TrendForce projects CPO penetration reaching approximately 35% of data center optical deployments by 2030. That implies 65% of deployments will still use pluggable transceivers at the end of the decade, a coexistence scenario where both technologies serve different parts of the network.
The 35% figure maps roughly to the highest-bandwidth applications: spine switches, GPU cluster interconnects, and storage network backbones where the efficiency advantage of CPO justifies the serviceability trade-off. Lower-bandwidth applications (top-of-rack switches, management networks, connectivity to legacy equipment) will remain pluggable for years.
For NVIDIA specifically, the timeline depends on when NVLink outgrows copper. The NVL72 rack's NVLink 6 runs at bandwidths that copper can handle over short distances. The next generation, connecting multiple NVL72 racks into "mega-racks," will almost certainly require optical interconnects. Whether that's 2027 or 2028 depends on when NVIDIA ships the multi-rack NVLink architecture that Jensen Huang has been hinting at.
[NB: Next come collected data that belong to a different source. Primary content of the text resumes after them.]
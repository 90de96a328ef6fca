using LoadWatch.Recordings;
using NodaTime;

namespace LoadWatch.Activities;

/// <summary>What tells of one session: its recording, if there is one, and what tables state.</summary>
internal sealed class SessionParts
{
    private readonly List<StatedSession> stated = [];

    public RecordedActivity? Recording { get; init; }

    /// <summary>See <see cref="JoinedActivity.AddsLoad"/>.</summary>
    public bool AddsLoad { get; init; } = true;

    /// <summary>By name of the layout, then mark.</summary>
    public IReadOnlyList<StatedSession> Stated =>
        [.. stated.OrderBy(one => one.Layout, StringComparer.Ordinal).ThenBy(one => one.Mark, StringComparer.Ordinal).ThenBy(one => one.Sets is null)];

    /// <summary>The rows that made it a session, where there is no recording: it keeps their name whatever joins later.</summary>
    public StatedSession Maker => stated[0];

    public void Add(StatedSession session) => stated.Add(session);

    /// <summary>A table tells of each session once.</summary>
    public bool IsToldBy(string layout) => stated.Exists(one => one.Layout == layout);

    /// <summary>The recording's sport; where that is none, the stated one.</summary>
    public Sport Sport
    {
        get
        {
            if (Recording is { Winner.Sport: var recorded } && recorded != Sport.Generic)
            {
                return recorded;
            }

            return Stated.Select(one => one.Sport).FirstOrDefault(sport => sport is not null)
                ?? (stated.Exists(one => one.Sets is not null) ? new Sport("training", "strength_training") : Sport.Generic);
        }
    }

    /// <summary>Local; null where nothing tells it.</summary>
    public LocalTime? Start => Recording?.LocalStart.TimeOfDay ?? stated.Min(one => one.Start);
}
NVIDIA's $4 billion investment reshapes the competitive dynamics of the silicon photonics market. Coherent and Lumentum, already the two largest pure-play photonics suppliers for data centers, now have a deep-pocketed strategic investor with a direct line to the largest GPU market on Earth.
Other photonics companies (Marvell, which makes PAM4 DSPs used in transceivers; Broadcom, which makes both ASICs and optical components; Intel, which has a silicon photonics division; and a constellation of startups) now face a market where two of their suppliers have a preferred relationship with their largest customer's largest competitor.
The implications run through the supply chain. An optical transceiver startup trying to sell into hyperscaler data centers now has to compete against suppliers that are partially owned by the company that makes the GPUs the data center exists to run. Not an impossible barrier, but it tilts the field.
For the AI infrastructure buildout broadly, NVIDIA's photonics investments are a positive signal. They accelerate the transition from copper to optical interconnects, which is necessary for AI clusters to continue scaling. The $4 billion also validates the silicon photonics thesis: that photonic components can be manufactured using semiconductor-like processes at semiconductor-like scale, bringing down costs enough for mass deployment.